Task inputs:
========================

/**
 * Distance across a chamber's long axis (the transverse coordinate of a traced contour).
 *
 * @example
 * ```ts
 * import { TRANSVERSE_POSITION } from "@sonorigor/sonorigor";
 * import assert from "node:assert/strict";
 * assert.equal(TRANSVERSE_POSITION.unit, "cm");
 * ```
 */
export const TRANSVERSE_POSITION: Quantity = defineQuantity({
  id: "transversePosition",
  label: "Distance across the long axis",
  symbol: "q",
  unit: "cm",
  description: "Transverse coordinate of a contour point, perpendicular to the long axis",
  valid: { min: -30, max: 30 },
  resolution: 0.01,
  rangeNote: NOTE,
});

/**
 * RV cavity area at end-diastole, RV-focused apical four-chamber view.
 *
 * @example
 * ```ts
 * import { RV_END_DIASTOLIC_AREA } from "@sonorigor/sonorigor";
 * import assert from "node:assert/strict";
 * assert.equal(RV_END_DIASTOLIC_AREA.symbol, "RVEDA");
 * ```
 */
export const RV_END_DIASTOLIC_AREA: Quantity = defineQuantity({
  id: "rvEndDiastolicArea",
  label: "RV end-diastolic area",
  symbol: "RVEDA",
  unit: "cm^2",
  description: "RV cavity area at end-diastole, RV-focused apical four-chamber view",
  valid: { min: 0, max: 200, minExclusive: true },
  typical: { min: 8, max: 45 },
  resolution: 0.1,
  headers: ["rveda", "rv eda"],
  rangeNote: NOTE,
});

/**
 * RV basal diameter: the maximal transverse dimension in the basal third of the RV inflow at
 * end-diastole, RV-focused apical four-chamber view.
 *
 * @example
 * ```ts
 * import { RV_BASAL_DIAMETER, typicalRange } from "@sonorigor/sonorigor";
 * import assert from "node:assert/strict";
 * assert.deepEqual(typicalRange(RV_BASAL_DIAMETER, "adult"), { min: 2, max: 6 });
 * ```
 */
export const RV_BASAL_DIAMETER: Quantity = defineQuantity({
  id: "rvBasalDiameter",
  label: "RV basal diameter",
  symbol: "RVD1",
  unit: "cm",
  description:
    "Maximal transverse RV dimension in the basal third at end-diastole, RV-focused apical four-chamber view",
  valid: { min: 0, max: 12, minExclusive: true },
  typical: { min: 2, max: 6 },
  typicalPediatric: { min: 0.8, max: 5 },
  resolution: 0.1,
  headers: ["rvd1", "rv basal", "rv basal diameter"],
  rangeNote: NOTE,
});

/**
 * RV cavity area at end-systole, RV-focused apical four-chamber view.
 *
 * @example
 * ```ts
 * import { RV_END_SYSTOLIC_AREA } from "@sonorigor/sonorigor";
 * import assert from "node:assert/strict";
 * assert.equal(RV_END_SYSTOLIC_AREA.symbol, "RVESA");
 * ```
 */
export const RV_END_SYSTOLIC_AREA: Quantity = defineQuantity({
  id: "rvEndSystolicArea",
  label: "RV end-systolic area",
  symbol: "RVESA",
  unit: "cm^2",
  description: "RV cavity area at end-systole, RV-focused apical four-chamber view",
  valid: { min: 0, max: 200 },
  typical: { min: 3, max: 35 },
  resolution: 0.1,
  headers: ["rvesa", "rv esa"],
  rangeNote: NOTE,
});

/**
 * RV fractional area change.
 *
 * @example
 * ```ts
 * import { FRACTIONAL_AREA_CHANGE } from "@sonorigor/sonorigor";
 * import assert from "node:assert/strict";
 * assert.equal(FRACTIONAL_AREA_CHANGE.unit, "%");
 * ```
 */
export const FRACTIONAL_AREA_CHANGE: Quantity = defineQuantity({
  id: "fractionalAreaChange",
  label: "RV fractional area change",
  symbol: "FAC",
  unit: "%",
  description: "Change of the RV cavity area from end-diastole to end-systole",
  valid: { min: 0, max: 100 },
  typical: { min: 10, max: 70 },
  resolution: 1,
  headers: ["fac", "rv fac"],
  rangeNote: NOTE,
});

/**
 * Depth of an annulus on an apical M-mode trace (distance from the probe).
 *
 * @example
 * ```ts
 * import { ANNULUS_DEPTH } from "@sonorigor/sonorigor";
 * import assert from "node:assert/strict";
 * assert.equal(ANNULUS_DEPTH.unit, "mm");
 * ```
 */
export const ANNULUS_DEPTH: Quantity = defineQuantity({
  id: "annulusDepth",
  label: "Annulus depth",
  symbol: "z",
  unit: "mm",
  description: "Distance from the probe to an annulus on an apical M-mode trace",
  valid: { min: 0, max: 400 },
  typical: { min: 40, max: 250 },
  resolution: 1,
  rangeNote: NOTE,
});

/**
 * Tricuspid annular plane systolic excursion (TAPSE).
 *
 * @example
 * ```ts
 * import { TAPSE } from "@sonorigor/sonorigor";
 * import assert from "node:assert/strict";
 * assert.equal(TAPSE.unit, "mm");
 * ```
 */
export const TAPSE: Quantity = defineQuantity({
  id: "tapse",
  label: "TAPSE",
  symbol: "TAPSE",
  unit: "mm",
  description: "Systolic excursion of the lateral tricuspid annulus towards the apex",
  valid: { min: 0, max: 60 },
  typical: { min: 5, max: 35 },
  resolution: 1,
  headers: ["tricuspid annular plane systolic excursion"],
  rangeNote: NOTE,
});

/**
 * Systolic excursion of the mitral annulus at one site (septal or lateral).
 *
 * @example
 * ```ts
 * import { MITRAL_ANNULAR_EXCURSION } from "@sonorigor/sonorigor";
 * import assert from "node:assert/strict";
 * assert.equal(MITRAL_ANNULAR_EXCURSION.unit, "mm");
 * ```
 */
export const MITRAL_ANNULAR_EXCURSION: Quantity = defineQuantity({
  id: "mitralAnnularExcursion",
  label: "Mitral annular excursion",
  symbol: "e_MA",
  unit: "mm",
  description: "Systolic excursion of the mitral annulus towards the apex at one site",
  valid: { min: 0, max: 60 },
  typical: { min: 4, max: 25 },
  resolution: 1,
  rangeNote: NOTE,
});

/**
 * Mitral annular plane systolic excursion (MAPSE): the mean of the septal and lateral sites.
 *
 * @example
 * ```ts
 * import { MAPSE } from "@sonorigor/sonorigor";
 * import assert from "node:assert/strict";
 * assert.equal(MAPSE.unit, "mm");
 * ```
 */
export const MAPSE: Quantity = defineQuantity({
  id: "mapse",
  label: "MAPSE",
  symbol: "MAPSE",
  unit: "mm",
  description: "Mean systolic excursion of the septal and lateral mitral annulus",
  valid: { min: 0, max: 60 },
  typical: { min: 4, max: 25 },
  resolution: 1,
  headers: ["mitral annular plane systolic excursion"],
  rangeNote: NOTE,
});

/**
 * Isovolumic contraction time (IVCT).
 *
 * @example
 * ```ts
 * import { ISOVOLUMIC_CONTRACTION_TIME } from "@sonorigor/sonorigor";
 * import assert from "node:assert/strict";
 * assert.equal(ISOVOLUMIC_CONTRACTION_TIME.symbol, "IVCT");
 * ```
 */
export const ISOVOLUMIC_CONTRACTION_TIME: Quantity = defineQuantity({
  id: "isovolumicContractionTime",
  label: "Isovolumic contraction time",
  symbol: "IVCT",
  unit: "ms",
  description: "Time from atrioventricular valve closure to the start of ejection",
  valid: { min: 0, max: 1000 },
  typical: { min: 10, max: 200 },
  resolution: 1,
  headers: ["ivct"],
  rangeNote: NOTE,
});

/**
 * Isovolumic relaxation time (IVRT).
 *
 * @example
 * ```ts
 * import { ISOVOLUMIC_RELAXATION_TIME } from "@sonorigor/sonorigor";
 * import assert from "node:assert/strict";
 * assert.equal(ISOVOLUMIC_RELAXATION_TIME.symbol, "IVRT");
 * ```
 */
export const ISOVOLUMIC_RELAXATION_TIME: Quantity = defineQuantity({
  id: "isovolumicRelaxationTime",
  label: "Isovolumic relaxation time",
  symbol: "IVRT",
  unit: "ms",
  description: "Time from the end of ejection to atrioventricular valve opening",
  valid: { min: 0, max: 1000 },
  typical: { min: 20, max: 250 },
  resolution: 1,
  headers: ["ivrt"],
  rangeNote: NOTE,
});

/**
 * Ventricular ejection time (ET).
 *
 * @example
 * ```ts
 * import { EJECTION_TIME } from "@sonorigor/sonorigor";
 * import assert from "node:assert/strict";
 * assert.equal(EJECTION_TIME.unit, "ms");
 * ```
 */
export const EJECTION_TIME: Quantity = defineQuantity({
  id: "ejectionTime",
  label: "Ejection time",
  symbol: "ET",
  unit: "ms",
  description: "Duration of ventricular ejection, from outflow opening to closure",
  valid: { min: 0, max: 1000, minExclusive: true },
  typical: { min: 150, max: 450 },
  resolution: 1,
  headers: ["et", "lvet", "rvet"],
  rangeNote: NOTE,
});

/**
 * Atrioventricular valve closure-to-opening time, which includes the ejection time.
 *
 * @example
 * ```ts
 * import { VALVE_CLOSURE_TO_OPENING_TIME } from "@sonorigor/sonorigor";
 * import assert from "node:assert/strict";
 * assert.equal(VALVE_CLOSURE_TO_OPENING_TIME.unit, "ms");
 * ```
 */
export const VALVE_CLOSURE_TO_OPENING_TIME: Quantity = defineQuantity({
  id: "valveClosureToOpeningTime",
  label: "Valve closure-to-opening time",
  symbol: "a",
  unit: "ms",
  description:
    "Time from atrioventricular valve closure to its next opening (isovolumic times and ejection)",
  valid: { min: 0, max: 1000 },
  typical: { min: 250, max: 700 },
  resolution: 1,
  rangeNote: NOTE,
});

/**
 * Myocardial performance index (Tei index).
 *
 * @example
 * ```ts
 * import { MYOCARDIAL_PERFORMANCE_INDEX } from "@sonorigor/sonorigor";
 * import assert from "node:assert/strict";
 * assert.equal(MYOCARDIAL_PERFORMANCE_INDEX.symbol, "MPI");
 * ```
 */
export const MYOCARDIAL_PERFORMANCE_INDEX: Quantity = defineQuantity({
  id: "myocardialPerformanceIndex",
  label: "Myocardial performance index",
  symbol: "MPI",
  unit: "1",
  description: "Isovolumic contraction and relaxation times over the ejection time",
  valid: { min: 0, max: 5 },
  typical: { min: 0.2, max: 1.2 },
  resolution: 0.01,
  headers: ["mpi", "tei index", "tei"],
  rangeNote: NOTE,
});

/**
 * Peak systolic longitudinal strain of one myocardial segment (negative for shortening).
 *
 * @example
 * ```ts
 * import { SEGMENT_LONGITUDINAL_STRAIN } from "@sonorigor/sonorigor";
 * import assert from "node:assert/strict";
 * assert.equal(SEGMENT_LONGITUDINAL_STRAIN.unit, "%");
 * ```
 */
export const SEGMENT_LONGITUDINAL_STRAIN: Quantity = defineQuantity({
  id: "segmentLongitudinalStrain",
  label: "Segment peak longitudinal strain",
  symbol: "ε",
  unit: "%",
  description: "Peak systolic longitudinal strain of one segment, negative for shortening",
  valid: { min: -100, max: 100, minExclusive: true, maxExclusive: true },
  typical: { min: -40, max: 10 },
  resolution: 0.1,
  rangeNote: NOTE,
});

========================

Try it: Before answering, count every line of the data that holds the word "apex"; the reply is that number only.

Solution: 2